_TASK PROMPT:_ Only the lines from the top of the material through the line containing "offset.ts. The coated" should be restated, each one exactly.

───── DATA SHOWN

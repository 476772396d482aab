/**
 * Conformal coating: a layer of thickness t laid over a profile's top surface, occupying the
 * points above the surface within distance t of it measured along the surface normal — the
 * usual metal overcoat on a resist or glass profile. Its outer surface is the facets moved by t
 * along their normals, rounded with radius t over convex corners (ridge tops) and trimmed where
 * the moved facets cross over concave corners (groove bottoms); see offset.ts. The coated
 * profile is re-sliced as a whole: in each slice the ridge keeps its material, the coating takes
 * the groove material's place between the surface and the outer surface, and the groove
 * material stays above. Coatings can be stacked (a coating over a coated profile follows the
 * previous coating's outer surface, sampled at 1024 points per period).
 */
import { offsetSurface } from './offset.ts';
import { segmentsFromRegions, type Interval } from './segments.ts';
import { profileFromShape } from './fromSurface.ts';
import type { ProfileResult, ProfileShape, SliceStrategy } from './types.ts';
import { fail, material, num, positiveLength, record, sliceCount, strategy } from './validate.ts';

export interface ConformalCoatingParams {
  /** coating thickness along the surface normal (µm) */
  readonly thicknessUm: number;
  /** coating material */
  readonly material: string;
  /** requested slices for the whole coated profile (integer ≥ 1) */
  readonly slices: number;
  readonly strategy?: SliceStrategy;
}

/**
 * Coat a profile conformally and re-slice it.
 * @param profile a profile with a single-valued top surface (not slanted, undercut or volume)
 * @param p thickness (µm), material, slices, strategy
 * @returns the coated profile, top first; `depthUm` = the profile's height + t; `surfaces` gains
 *   the coating's outer surface
 * @throws {StructureError} when the profile has no single-valued surface, on a non-positive
 *   thickness, a coating material equal to the groove material, a bad slice count or strategy
 * @example
 * const g = sawtooth({ periodUm: 1, blazeDeg: 20, ridgeMaterial: 'resist', grooveMaterial: 'air', slices: 20 });
 * conformalCoating(g, { thicknessUm: 0.05, material: 'Al', slices: 30 }).depthUm; // → g.depthUm + 0.05
 */
export function conformalCoating(profile: ProfileResult, p: ConformalCoatingParams): ProfileResult {
  const r = record('coating', p);
  const t = positiveLength('coating.thicknessUm', r.thicknessUm);
  const coat = material('coating.material', r.material);
  const slices = sliceCount('coating.slices', r.slices);
  const strat = strategy('coating.strategy', r.strategy);
  const base = profile?.shape;
  const top = profile?.surfaces?.[profile.surfaces.length - 1];
  if (!base || !top) {
    fail('coating.profile', 'a profile with a single-valued top surface (not slanted, undercut, non-nested levels or volume)', profile?.notes?.length ? `one without (${profile.notes.join('; ')})` : 'one without');
  }
  const groove = profile.grooveMaterial;
  if (coat === groove) fail('coating.material', `a material other than the groove material '${groove}'`, coat);
  const outer = offsetSurface(top, t);
  const H = Math.max(base.heightUm, outer.maxUm);
  const breaks = new Set<number>([...base.breaksUm, ...outer.levelsUm]);
  if (base.heightUm < H) breaks.add(base.heightUm);
  const shape: ProfileShape = {
    periodUm: base.periodUm,
    heightUm: H,
    breaksUm: [...breaks].sort((a, b) => a - b),
    materialsAt(z) {
      const below = z < base.heightUm ? base.materialsAt(z) : [{ from: 0, to: 1, material: groove }];
      const regions: Array<{ set: Interval[]; material: string }> = [];
      for (const s of below) if (s.material !== groove) regions.push({ set: [[s.from, s.to]], material: s.material });
      regions.push({ set: outer.above(z), material: coat });
      return segmentsFromRegions(regions, groove);
    },
  };
  return profileFromShape(
    shape,
    { ridgeMaterial: profile.ridgeMaterial, grooveMaterial: groove, slices, strategy: strat },
    [
      ...profile.notes.filter((n) => !n.startsWith('slices:')),
      `conformal coating: ${num(t)} µm of ${coat} along the surface normal (rounded with radius ${num(t)} µm over convex corners); coated height ${num(H)} µm`,
    ],
    [...profile.surfaces, outer],
  );
}
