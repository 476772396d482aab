/**
 * Staircase approximation of a cross-section: choose slice boundaries in height, then give each
 * slice the materials found at its mid-height.
 *
 * Rule for the boundaries. The height range is first cut at the shape's breaks (plateaus,
 * material interfaces), so no slice straddles a jump of the fill. On each piece the "change"
 * C(z) is the cumulative fraction of the period whose material differs between neighbouring
 * heights, measured on 128 equal steps; for a single-valued surface this is the cumulative
 * |d(fill)/dz|, measured from the fill itself when the shape gives it (`fillAt`). A piece over
 * which nothing changes (a flat level, a uniform film) gets exactly one
 * slice. The remaining slices are shared out by weight, each piece getting at least one:
 * - 'uniform': weight = height, and equal heights within a piece;
 * - 'adaptive': weight density w(z) = α/H + (1 − α)·c(z)/C_total with α = 0.25 and H the total
 *   height, and boundaries at equal increments of ∫w within a piece. The α share of plain height
 *   keeps flat stretches from being starved: no slice is taller than about H/(α·S) = 4·H/S.
 * Where the fill changes at a constant rate (a sawtooth, a trapezoid) both rules agree.
 */
import { segmentsDiffer } from './segments.ts';
import type { GeometryLayer, NamedSegment, ProfileShape, SliceStrategy } from './types.ts';

/** Share of plain height in the adaptive weight. */
export const ADAPTIVE_HEIGHT_SHARE = 0.25;
/** Steps per piece on which the change C(z) is measured. */
const STEPS = 128;

/** Slices of a shape, top first, with their boundaries. */
export interface Slicing {
  /** slices top (cover side) first */
  readonly layers: GeometryLayer[];
  /** slice boundaries in height above the base (µm), ascending, from 0 to the shape's height */
  readonly boundariesUm: number[];
  readonly notes: string[];
}

/**
 * Cut a shape into slices and sample each at mid-height.
 * @param shape the cross-section
 * @param slices requested number of slices (≥ 1); more are used when the shape has more
 *   pieces than that (one per piece), fewer never — except that pieces over which nothing
 *   changes take one slice each and hand the rest on
 * @param strategy 'uniform' or 'adaptive' (rule in the module comment)
 * @throws never for a valid shape: builders validate their parameters before calling it
 * @example
 * const s = sliceShape(shape, 20, 'adaptive');
 * s.layers.length; // ≥ the number of pieces between the shape's breaks
 */
export function sliceShape(shape: ProfileShape, slices: number, strategy: SliceStrategy): Slicing {
  const H = shape.heightUm;
  const tol = 1e-12 * H;
  const cuts = [0, H];
  for (const b of shape.breaksUm) if (b > tol && b < H - tol) cuts.push(b);
  cuts.sort((a, b) => a - b);
  const pieces: Array<{ a: number; b: number; nodes: number[]; cum: number[]; change: number }> = [];
  for (let i = 0; i + 1 < cuts.length; i++) {
    const a = cuts[i]!;
    const b = cuts[i + 1]!;
    if (b - a <= tol) continue;
    const d = 1e-9 * (b - a);
    const nodes: number[] = [];
    const cum: number[] = [];
    const changeAt = changeMeter(shape);
    let total = 0;
    for (let k = 0; k <= STEPS; k++) {
      const z = a + d + ((b - a - 2 * d) * k) / STEPS;
      total += changeAt(z);
      nodes.push(z);
      cum.push(total);
    }
    nodes[0] = a;
    nodes[STEPS] = b;
    pieces.push({ a, b, nodes, cum, change: total });
  }
  const changeTotal = pieces.reduce((s, p) => s + p.change, 0);
  const adaptive = strategy === 'adaptive' && changeTotal > 1e-12;
  const alpha = ADAPTIVE_HEIGHT_SHARE;
  const weight = (p: (typeof pieces)[number]): number =>
    adaptive ? (alpha * (p.b - p.a)) / H + ((1 - alpha) * p.change) / changeTotal : (p.b - p.a) / H;
  // allocation: flat pieces one slice each, the rest by weight (at least one each)
  const counts = pieces.map(() => 1);
  const active = pieces.map((p, i) => (p.change > 1e-12 ? i : -1)).filter((i) => i >= 0);
  const notes: string[] = [];
  if (active.length > 0) {
    const rest = Math.max(slices - (pieces.length - active.length), active.length);
    const wsum = active.reduce((s, i) => s + weight(pieces[i]!), 0);
    const ideal = active.map((i) => (rest * weight(pieces[i]!)) / wsum);
    active.forEach((i, k) => (counts[i] = Math.max(1, Math.floor(ideal[k]!))));
    let sum = active.reduce((s, i) => s + counts[i]!, 0);
    while (sum < rest) {
      let best = 0;
      active.forEach((i, k) => {
        if (ideal[k]! - counts[i]! > ideal[best]! - counts[active[best]!]!) best = k;
      });
      counts[active[best]!]!++;
      sum++;
    }
    while (sum > rest) {
      let best = -1;
      active.forEach((i, k) => {
        if (counts[i]! > 1 && (best < 0 || counts[i]! - ideal[k]! > counts[active[best]!]! - ideal[best]!)) best = k;
      });
      counts[active[best]!]!--;
      sum--;
    }
  }
  const used = counts.reduce((s, c) => s + c, 0);
  if (used > slices) notes.push(`slices: ${used} used instead of ${slices}: the profile has ${pieces.length} levels that each need a slice of their own`);
  else if (used < slices) notes.push(`slices: ${used} used instead of ${slices}: nothing changes with height over ${pieces.length - active.length} flat level(s), which take one slice each`);
  const boundaries: number[] = [0];
  pieces.forEach((p, i) => {
    const n = counts[i]!;
    for (let k = 1; k < n; k++) {
      if (!adaptive || p.change <= 1e-12) boundaries.push(p.a + ((p.b - p.a) * k) / n);
      else {
        // invert W(z) = α·(z − a)/H + (1 − α)·C(z)/C_total, piecewise linear on the nodes
        const W = (j: number): number => (alpha * (p.nodes[j]! - p.a)) / H + ((1 - alpha) * p.cum[j]!) / changeTotal;
        const target = (W(STEPS) * k) / n;
        let j = 0;
        while (j < STEPS - 1 && W(j + 1) < target) j++;
        const w0 = W(j);
        const w1 = W(j + 1);
        boundaries.push(p.nodes[j]! + ((target - w0) / (w1 - w0)) * (p.nodes[j + 1]! - p.nodes[j]!));
      }
    }
    boundaries.push(p.b);
  });
  const layers: GeometryLayer[] = [];
  for (let i = boundaries.length - 2; i >= 0; i--) {
    const lo = boundaries[i]!;
    const hi = boundaries[i + 1]!;
    layers.push(layerOf(hi - lo, shape.materialsAt(0.5 * (lo + hi))));
  }
  return { layers, boundariesUm: boundaries, notes };
}

/**
 * A function of height that returns the fraction of the period whose material differs from that
 * at the height of its previous call (0 at the first call): from the fill when the shape gives it,
 * else by comparing the segments.
 */
function changeMeter(shape: ProfileShape): (z: number) => number {
  if (shape.fillAt) {
    const fillAt = shape.fillAt;
    let prev: number | null = null;
    return (z) => {
      const f = fillAt(z);
      const c = prev === null ? 0 : Math.abs(prev - f);
      prev = f;
      return c;
    };
  }
  let prev: NamedSegment[] | null = null;
  return (z) => {
    const segs = shape.materialsAt(z);
    const c = prev === null ? 0 : segmentsDiffer(prev, segs);
    prev = segs;
    return c;
  };
}

/** A slice: 'uniform' when one material fills the period, else 'segments'. */
export function layerOf(thicknessUm: number, segments: NamedSegment[]): GeometryLayer {
  if (segments.length === 1) return { kind: 'uniform', thicknessUm, material: segments[0]!.material };
  // Edges rounded to 1e-12 of the period: a profile scaled in depth crosses each slice's
  // mid-height at the same fractions, but computing them through z = t·d leaves last-bit noise
  // that would defeat the solver's mode reuse in depth sweeps. 1e-12·Λ is far below any
  // physical or numerical resolution.
  const snap = (v: number): number => Math.round(v * 1e12) / 1e12;
  return { kind: 'segments', thicknessUm, segments: segments.map((s) => ({ from: snap(s.from), to: snap(s.to), material: s.material })) };
}
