/**
 * From a shape to a sliced profile, in particular from a single-valued surface h(x): at height z
 * the ridge material fills the x where h(x) > z, the groove material the rest. Internal to
 * src/structure.
 */
import { segmentsFromRegions } from './segments.ts';
import { polylineSurface } from './polyline.ts';
import { sliceShape } from './slicing.ts';
import type { HeightProfile, ProfileResult, ProfileShape, SliceStrategy } from './types.ts';

/** The cross-section of a ridge of `ridge` under `surface`, in `groove`. */
export function surfaceShape(surface: HeightProfile, ridge: string, groove: string): ProfileShape {
  const shape: ProfileShape = {
    periodUm: surface.periodUm,
    heightUm: surface.maxUm,
    breaksUm: surface.levelsUm,
    materialsAt: (z) => segmentsFromRegions([{ set: surface.above(z), material: ridge }], groove),
  };
  // two different materials: the fill measures the change with height (see ProfileShape.fillAt)
  if (surface.fillAbove && ridge !== groove) return { ...shape, fillAt: (z) => surface.fillAbove!(z) };
  return shape;
}

/** Slicing settings and the materials a profile names. */
type SliceSettings = { ridgeMaterial: string; grooveMaterial: string; slices: number; strategy: SliceStrategy };

/**
 * Slice any shape into a {@link ProfileResult}: its notes, then the slicing's; depth = the
 * shape's height; `surfaces` the single-valued surfaces a coating may follow (none for an
 * undercut or slanted ridge).
 */
export function profileFromShape(shape: ProfileShape, p: SliceSettings, notes: string[], surfaces: HeightProfile[]): ProfileResult {
  const s = sliceShape(shape, p.slices, p.strategy);
  return {
    layers: s.layers,
    slices: s.layers.length,
    depthUm: shape.heightUm,
    notes: [...notes, ...s.notes],
    periodUm: shape.periodUm,
    ridgeMaterial: p.ridgeMaterial,
    grooveMaterial: p.grooveMaterial,
    shape,
    surfaces,
  };
}

/** Slice a surface profile into a {@link ProfileResult}. */
export function profileFromSurface(surface: HeightProfile, p: SliceSettings, notes: string[]): ProfileResult {
  return profileFromShape(surfaceShape(surface, p.ridgeMaterial, p.grooveMaterial), p, notes, [surface]);
}

/** Slice the polyline surface through `vertices` (x µm, h µm over one period). */
export function polylineProfile(
  c: { periodUm: number; ridgeMaterial: string; grooveMaterial: string; slices: number; strategy: SliceStrategy },
  vertices: ReadonlyArray<readonly [number, number]>,
  notes: string[],
): ProfileResult {
  return profileFromSurface(polylineSurface(c.periodUm, vertices), c, notes);
}
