/** The wavelength-independent design: geometry with named materials, and everything else. */
export interface DesignModel {
  readonly title: string;
  readonly periodUm: number;
  readonly cover: string;
  readonly substrate: string;
  readonly geometry: ReadonlyArray<GeometryLayer>;
  readonly library: MaterialLibrary;
  readonly incidence: Incidence;
  readonly orders: number;
  readonly factorization: 'inverse' | 'laurent';
  readonly allowExtrapolation: boolean;
  readonly allowGain: boolean;
  /** slices used by the profile, when there is one */
  readonly slices: number | null;
  /** depth of the profile (µm), when there is one */
  readonly depthUm: number | null;
  /** notes from the builders (derived depth, quarter-wave thicknesses …) */
  readonly notes: ReadonlyArray<string>;
}

export interface Problem {
  readonly title: string;
  readonly structure: Structure;
  readonly incidence: Incidence;
  readonly options: SolveOptions;
  /** things the user should know about this result (extrapolated materials, few orders …) */
  readonly warnings: ReadonlyArray<string>;
  /** facts about how the design was built (slice count, derived depth …) */
  readonly notes: ReadonlyArray<string>;
  /** every material of the problem with its index at the wavelength */
  readonly materials: ReadonlyArray<{ readonly name: string; readonly index: Complex }>;
}

/** Turn zod issues into one readable line per problem. */
function zodMessage(err: z.ZodError): string {
  return err.issues
    .map((i) => {
      const path = i.path.length ? i.path.map((p) => (typeof p === 'number' ? `[${p}]` : `.${String(p)}`)).join('').replace(/^\./, '') : 'top level';
      const hint = i.code === 'unrecognized_keys' ? ' (remove it or check its spelling)' : '';
      return `  - ${path}: ${i.message}${hint}`;
    })
    .join('\n');
}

──────────

_OUTPUT BELOW:_
repository 476772396d482aab
/**
 * Conformal coating: a layer of thickness t laid over a profile's top surface, occupying the
 * points above the surface within distance t of it measured along the surface normal — the
 * usual metal overcoat on a resist or glass profile. Its outer surface is the facets moved by t
 * along their normals, rounded with radius t over convex corners (ridge tops) and trimmed where
 * the moved facets cross over concave corners (groove bottoms); see offset.ts. The coated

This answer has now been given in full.